Uma comitiva com três oficiais da Marinha do Brasil fizeram uma visita de inspeção na fabricante de baterias Satúrnia, na manhã desta terça-feira [23], para avaliar se a Marinha mantém ou rompe contrato com a empresa, que deveria ter fabricado uma bateria para o submarino Tupi, que está no estaleiro, no Rio de Janeiro, a espera do produto.
A fábrica recebeu R$ 1,7 milhão de adiantamento da Marinha para fazer o produto, que deveria ter sido entregue em julho, mas com dívidas e sem crédito no mercado, a bateria sequer começou a ser fabricada.
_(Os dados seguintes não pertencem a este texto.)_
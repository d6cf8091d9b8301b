#pragma once
// Runs work items on a pool of threads and hands their results to the calling thread strictly in
// item order. At most `max_in_flight` results exist at once, so memory is bounded by that many
// blocks no matter how many items (blocks of a raster) there are.
#include <chrono>
#include <condition_variable>
#include <cstddef>
#include <exception>
#include <functional>
#include <mutex>
#include <optional>
#include <thread>
#include <vector>

namespace habcast {

/// `work(item, worker)` runs on worker `worker` (0..threads-1) and returns a Result;
/// `consume(item, result)` runs on the calling thread in item order 0, 1, 2, ...
/// With `threads` <= 1 everything runs on the calling thread, one item after the other: a job
/// given one core (a cluster slot) then keeps exactly one core busy, where a worker thread beside
/// a consuming caller would keep two busy.
/// `should_stop()` is polled by the calling thread between results; when it returns true no new
/// items start, workers finish, and run_ordered returns early. The first exception thrown by
/// `work` or `consume` stops the run and is rethrown on the calling thread after all workers joined.
template <typename Result>
void run_ordered(std::size_t items, int threads, std::size_t max_in_flight,
                 const std::function<Result(std::size_t item, int worker)>& work,
                 const std::function<void(std::size_t item, Result& result)>& consume,
                 const std::function<bool()>& should_stop) {
  if (threads <= 1) {
    for (std::size_t item = 0; item < items && !should_stop(); ++item) {
      Result result = work(item, 0);
      consume(item, result);
    }
    return;
  }
  if (max_in_flight < static_cast<std::size_t>(threads)) max_in_flight = static_cast<std::size_t>(threads);

  std::mutex mutex;
  std::condition_variable changed;
  std::vector<std::optional<Result>> slots(max_in_flight);  // ring buffer indexed by item % size
  std::size_t next_item = 0;       // next item a worker may start
  std::size_t next_consumed = 0;   // next item the caller consumes
  bool stopping = false;
  std::exception_ptr failure;

  auto worker_loop = [&](int worker) {
    for (;;) {
      std::size_t item;
      {
        std::unique_lock lock(mutex);
        changed.wait(lock, [&] { return stopping || next_item >= items || next_item < next_consumed + max_in_flight; });
        if (stopping || next_item >= items) return;
        item = next_item++;
      }
      try {
        Result result = work(item, worker);
        std::lock_guard lock(mutex);
        slots[item % max_in_flight].emplace(std::move(result));
      } catch (...) {
        std::lock_guard lock(mutex);
        if (!failure) failure = std::current_exception();
        stopping = true;
      }
      changed.notify_all();
    }
  };

  std::vector<std::thread> pool;
  pool.reserve(static_cast<std::size_t>(threads));
  for (int t = 0; t < threads; ++t) pool.emplace_back(worker_loop, t);

  try {
    while (next_consumed < items) {
      std::optional<Result> ready;
      {
        std::unique_lock lock(mutex);
        // Wake up regularly to poll should_stop() (signals arrive asynchronously).
        while (!stopping && !slots[next_consumed % max_in_flight].has_value()) {
          changed.wait_for(lock, std::chrono::milliseconds(100));
          if (should_stop()) stopping = true;
        }
        if (stopping) break;
        ready.swap(slots[next_consumed % max_in_flight]);
      }
      consume(next_consumed, *ready);
      {
        std::lock_guard lock(mutex);
        ++next_consumed;
        if (should_stop()) stopping = true;
      }
      changed.notify_all();
    }
  } catch (...) {
    std::lock_guard lock(mutex);
    if (!failure) failure = std::current_exception();
    stopping = true;
  }
  {
    std::lock_guard lock(mutex);
    stopping = true;
  }
  changed.notify_all();
  for (std::thread& t : pool) t.join();
  if (failure) std::rethrow_exception(failure);
}

}  // namespace habcast
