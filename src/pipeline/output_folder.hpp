#pragma once
// What a run does with its output folder around the work itself: the folder (and the sub-folders
// its outputs go to) created and locked, leftovers of killed runs completed or removed, existing
// outputs refused unless the user asked to replace them, and the finished outputs committed as one
// set (pipeline/output_set.hpp). `predict` writes one folder; a run of scenarios or of a model set
// writes a folder with a sub-folder per prediction, and commits all of them as one set.
#include <functional>
#include <memory>
#include <string>
#include <vector>

#include "pipeline/folder_lock.hpp"

namespace habcast {

class OutputRaster;

/// The output folder, held for the run. `owned` are the names, relative to `folder`
/// ("report.json", "ssp1/change.tif"), that the run may write: their folders are created and
/// locked (the top folder first), interrupted sets completed, leftover temporaries of those names
/// removed, and existing ones refused unless `overwrite` (`other_way` ends that message).
class OutputFolder {
 public:
  OutputFolder(const std::string& folder, const std::vector<std::string>& owned, bool overwrite,
               const std::string& other_way);
  OutputFolder(const OutputFolder&) = delete;
  OutputFolder& operator=(const OutputFolder&) = delete;

 private:
  std::vector<std::unique_ptr<FolderLock>> locks_;
};

/// The finished outputs of a run, committed as one set: rasters (with their sidecars), pictures,
/// tables and reports, in `folder` or its sub-folders, plus one picture `outside_path` the user
/// may have placed anywhere (committed right after the set; empty for none). Destroyed before
/// commit(), it deletes every temporary file it holds.
class OutputCommit {
 public:
  /// `name` names the commit record; `owned` as for OutputFolder: owned names the new set does not
  /// provide are removed at the commit.
  OutputCommit(const std::string& folder, const std::string& name, std::vector<std::string> owned,
               const std::string& outside_path = "");
  ~OutputCommit();
  OutputCommit(const OutputCommit&) = delete;
  OutputCommit& operator=(const OutputCommit&) = delete;

  /// Closes each raster and takes its temporary file (and sidecar) into the set.
  void take_rasters(const std::vector<OutputRaster*>& rasters);
  /// Where the finished raster `final_path` is now (its temporary name), for drawing from it.
  [[nodiscard]] std::string finished(const std::string& final_path) const;
  /// Draws the picture at `outside_path` with `draw(path)` into a temporary file and adds it to
  /// the set (or, outside the folder, commits it right after the set). Returns why it could not be
  /// drawn, or an empty string.
  std::string add_outside_picture(const std::function<void(const std::string& path)>& draw);
  /// Has `write(temporary)` write the file that becomes `final_path` and adds it to the set.
  void add_written(const std::string& final_path, const std::function<void(const std::string& temporary)>& write);
  /// Writes `bytes` under a temporary name and adds the file that becomes `final_path` to the set.
  void add_file(const std::string& final_path, const std::string& bytes);
  /// Commits the set (pipeline/output_set.hpp), then the outside picture.
  void commit();

 private:
  struct Impl;
  std::unique_ptr<Impl> impl_;
};

/// `path` relative to `folder` ("ssp1/change.tif"), both resolved to real paths. Throws
/// std::logic_error when `path` does not lie in `folder`.
std::string name_in_folder(const std::string& folder, const std::string& path);

}  // namespace habcast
A fabricação de uma bateria de submarino, que é composta por 480 elementos e pesa aproximadamente 270 toneladas, pode demorar até 6 meses. O custo final do produto chega a R$ 12 milhões.
Os oficiais, que disseram não poder falar em nome da Marinha, vão fazer um relatório da visita à fábrica e apresentá-lo ao almirante Francisco Roberto Portella Deiana. Ele quem dará a decisão final se a Marinha mantém ou não o contrato com a Satúrnia.
A Satúrnia, instalada na zona industrial de Sorocaba, está com a linha de produção totalmente parada por falta de matéria-prima.
Os 170 funcionários estão com salários atrasados, sem convênio médico, sem transporte e a empresa também não está recolhendo o FGTS e INSS.
Os trabalhadores estão de licença, mas continuam na empresa para impedir a retirada de equipamentos que possam garantir o pagamento de futuras verbas rescisórias, caso a fábrica venha a falir.
Empresa espera vender terreno ou atrair acionistas
O diretor-presidente da Satúrnia, Luís Antônio Baptista, revelou à Imprensa SMetal Metalúrgica que espera a confirmação do interesse de um investidor de São Paulo que estaria disposto a investir R$ 8 milhões na empresa.
Ele acrescentou que as negociações estão em andamento há um mês, mas não deu prazo para a consolidação das negociações. “Essas coisas não são fáceis”, disse.
Baptista não quis entrar em detalhes sobre a negociação, mas deu a entender que o novo investidor estaria fazendo muitas exigências – como influir na direção da fábrica – para fechar o negócio.
Outra alternativa que a Satúrnia leva em consideração é a venda de parte do terreno da fábrica, que está localizada no bairro Iporanga, zona industrial de Sorocaba. Um investidor imobiliário de Sorocaba estaria disposto a pagar R$ 4 milhões por parte do terreno da fábrica.
Mas como o grupo ALTM, que controla a Satúrnia, está em recuperação judicial, a Justiça poderá barrar a venda do terreno.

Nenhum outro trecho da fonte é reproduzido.